Problem details
Say how many lines in the following entries include "conftest", and add nothing else.

----

"""A throwaway PostgreSQL server for the tests: initdb in a temporary directory, start on a free loopback port.

PostgreSQL refuses to run as root, so under root the binaries run as the ``postgres`` system user through
runuser, in a directory of our own under /tmp (pytest's tmp_path is not readable by that user).
"""

from __future__ import annotations

import glob
import os
import pwd
import shutil
import socket
import subprocess
import tempfile
from collections.abc import Iterator
from contextlib import contextmanager
from pathlib import Path

RUNUSER = "/usr/sbin/runuser"


def find_binaries() -> Path | None:
    """The newest installed PostgreSQL bin directory holding initdb and pg_ctl, if any."""

    def major(path: str) -> int:
        name = Path(path).parent.name
        return int(name) if name.isdigit() else -1

    candidates = sorted(glob.glob("/usr/lib/postgresql/*/bin"), key=major, reverse=True)
    found = [Path(c) for c in candidates if (Path(c) / "initdb").exists() and (Path(c) / "pg_ctl").exists()]
    if not found and shutil.which("initdb") and shutil.which("pg_ctl"):
        return Path(shutil.which("initdb")).parent
    return found[0] if found else None


def free_port() -> int:
    with socket.socket() as probe:
        probe.bind(("127.0.0.1", 0))
        return probe.getsockname()[1]


@contextmanager
def running_server(binaries: Path) -> Iterator[dict[str, object]]:
    """Start a server and yield psycopg connection keywords; stop it and delete its files afterwards."""
    root = Path(tempfile.mkdtemp(prefix="dbfit-pg-", dir="/tmp"))
    as_root = os.geteuid() == 0
    prefix = [RUNUSER, "-u", "postgres", "--"] if as_root else []
    user = "postgres" if as_root else pwd.getpwuid(os.geteuid()).pw_name
    if as_root:
        account = pwd.getpwnam("postgres")
        os.chown(root, account.pw_uid, account.pw_gid)
    data, log, port = root / "data", root / "server.log", free_port()

    def run(*command: str) -> None:
        subprocess.run(prefix + list(command), check=True, capture_output=True, timeout=120)

    run(
        str(binaries / "initdb"), "-D", str(data), "-U", user, "-A", "trust", "--locale=C.UTF-8", "-E", "UTF8"
    )
    options = f"-p {port} -c listen_addresses=127.0.0.1 -k {root} -c fsync=off"
    run(str(binaries / "pg_ctl"), "-D", str(data), "-l", str(log), "-o", options, "-w", "start")
    try:
        yield {"host": "127.0.0.1", "port": port, "user": user, "dbname": "postgres"}
    finally:
        subprocess.run(
            prefix + [str(binaries / "pg_ctl"), "-D", str(data), "-m", "fast", "-w", "stop"],
            capture_output=True,
            timeout=120,
        )
        shutil.rmtree(root, ignore_errors=True)


@contextmanager
def server_or_skip() -> Iterator[dict[str, object]]:
    """``running_server`` on the installed binaries; the test is skipped as an engine test (a failure under
    ``DBFIT_REQUIRE_ENGINES=1``, see conftest) when psycopg or PostgreSQL is missing."""
    from conftest import import_engine_module, skip_engine

    import_engine_module("psycopg")
    binaries = find_binaries()
    if binaries is None:
        skip_engine("PostgreSQL server binaries (initdb, pg_ctl) are not installed")
    with running_server(binaries) as keywords:
        yield keywords


@contextmanager
def fresh_database(keywords: dict[str, object], name: str) -> Iterator[dict[str, object]]:
    """A new empty database ``name`` on the server of ``keywords`` (its keywords yielded), dropped after."""
    import psycopg
    from psycopg import sql

    with psycopg.connect(**keywords, autocommit=True) as admin:
        admin.execute(sql.SQL("DROP DATABASE IF EXISTS {} WITH (FORCE)").format(sql.Identifier(name)))
        admin.execute(sql.SQL("CREATE DATABASE {}").format(sql.Identifier(name)))
    try:
        yield {**keywords, "dbname": name}
    finally:
        with psycopg.connect(**keywords, autocommit=True) as admin:
            admin.execute(sql.SQL("DROP DATABASE IF EXISTS {} WITH (FORCE)").format(sql.Identifier(name)))


@contextmanager
def superuser_connection() -> Iterator[object]:
    """An autocommit psycopg connection, as the superuser that initdb made, to a server started for the caller;
    skips the test when psycopg or the PostgreSQL binaries are absent."""
    import psycopg

    with server_or_skip() as keywords, psycopg.connect(**keywords, autocommit=True) as connection:
        yield connection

----

Output for this task
2